Zamiri, Mohammad Sadegh (University of New Brunswick) | Guo, Jiangfeng (University of New Brunswick) | Marica, Florea (University of New Brunswick) | Romero-Zerón, Laura (China University of Petroleum (Beijing)) | Balcom, Bruce J. (University of New Brunswick)
Abstract Shale characterization is complicated by low porosity and low permeability. Nano-porosity and a high degree of heterogeneity present further difficulties. H magnetic resonance (MR) methods have great potential to provide quantitative and spatially resolved information on fluids present in porous rocks. The shale MR response, however, is challenging to interpret due to short-lived signals that complicate quantitative signal detection and imaging.
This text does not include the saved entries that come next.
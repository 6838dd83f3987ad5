/**
 * The 50-source island's rate alone (issue 3's 800 events/s target), with the cost counters
 * behind it: derivative evaluations, accepted and rejected steps per event, and the accuracy
 * against the tight-tolerance reference on the same seeded operating points as benchFrequency.
 * `npm run build && node dist/bench/frequency-large-rate.js [events] [accuracyScenarios]`.
 * Speed belongs here, never in a test.
 */
import { fileURLToPath } from 'node:url';
import type { Case } from '../case/schema.js';
import { EventResult } from '../grid/frequency/event-result.js';
import { compileIsland } from '../grid/frequency/island.js';
import { type EventOptions, simulateEvent } from '../grid/frequency/simulate.js';
import { accuracy, SEED } from './frequency-accuracy.js';
import { fiftySourceCase } from './frequency-large-case.js';
import { benchScenario, makeBenchScenario } from './frequency-operating-points.js';

export interface LargeRate {
  eventsPerS: number;
  evaluationsPerEvent: number;
  stepsPerEvent: number;
  rejectedPerEvent: number;
  nadirErrorP99Hz: number;
  nadirErrorMaxHz: number;
  outcomeMismatches: number;
}

/** Rate over `count` events (after a 200-event warm-up), best of `repeats` passes. */
export function largeRate(
  c: Case,
  count: number,
  accuracyCount: number,
  opts: EventOptions,
  repeats = 3,
): LargeRate {
  const isl = compileIsland(c);
  const op = makeBenchScenario(c);
  const out = new EventResult(c.sources.length, c.loads.length);
  for (let id = 0; id < Math.min(200, count); id++) {
    benchScenario(c, SEED, id, op);
    simulateEvent(isl, op, opts, out);
  }
  let best = 0;
  let evals = 0;
  let steps = 0;
  let rejected = 0;
  for (let r = 0; r < repeats; r++) {
    let simMs = 0;
    evals = 0;
    steps = 0;
    rejected = 0;
    for (let id = 0; id < count; id++) {
      benchScenario(c, SEED, id, op);
      const t0 = performance.now();
      simulateEvent(isl, op, opts, out);
      simMs += performance.now() - t0;
      evals += out.rhsEvaluations;
      steps += out.steps;
      rejected += out.rejectedSteps;
    }
    best = Math.max(best, count / (simMs / 1000));
  }
  const acc = accuracy(c, accuracyCount, opts);
  return {
    eventsPerS: best,
    evaluationsPerEvent: evals / count,
    stepsPerEvent: steps / count,
    rejectedPerEvent: rejected / count,
    nadirErrorP99Hz: acc.p99,
    nadirErrorMaxHz: acc.max,
    outcomeMismatches: Math.round(acc.mismatchShare * accuracyCount),
  };
}

// Direct run: `node dist/bench/frequency-large-rate.js [events] [accuracyScenarios]`.
if (process.argv[1] && fileURLToPath(import.meta.url) === process.argv[1]) {
  const count = Number(process.argv[2] ?? 500);
  const accuracyCount = Number(process.argv[3] ?? 200);
  const r = largeRate(fiftySourceCase(), count, accuracyCount, { horizonS: 60, rocofWindowS: 0.1 });
  console.log(JSON.stringify(r, null, 2));
}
Multicomponent signals require high-resolution methods for adequate signal differentiation. MR methods must cope with low measurement sensitivity at low field. In this paper, T1-T2* and Look-Locker T1*-T2* methods were employed to resolve the shale signal for water, oil, and kerogen at high and low field. This permits fluid quantification and kerogen assessment. The T1-T2* measurement was employed to understand and control contrast in the single-point ramped imaging with T1 enhancement (SPRITE) imaging method. This permitted imaging that gave separate images of water and oil. Water absorption/desorption, evaporation, step pyrolysis, and water uptake experiments were monitored using T1-T2* measurement and MR imaging. The results showed (i) the capability of the T1-T2* measurement to differentiate and quantify kerogen, oil, and water in shales, (ii) the characterization of shale heterogeneity on the core plug scale, and (iii) demonstrated the key role of wettability in determining the spatial distribution of water in shales.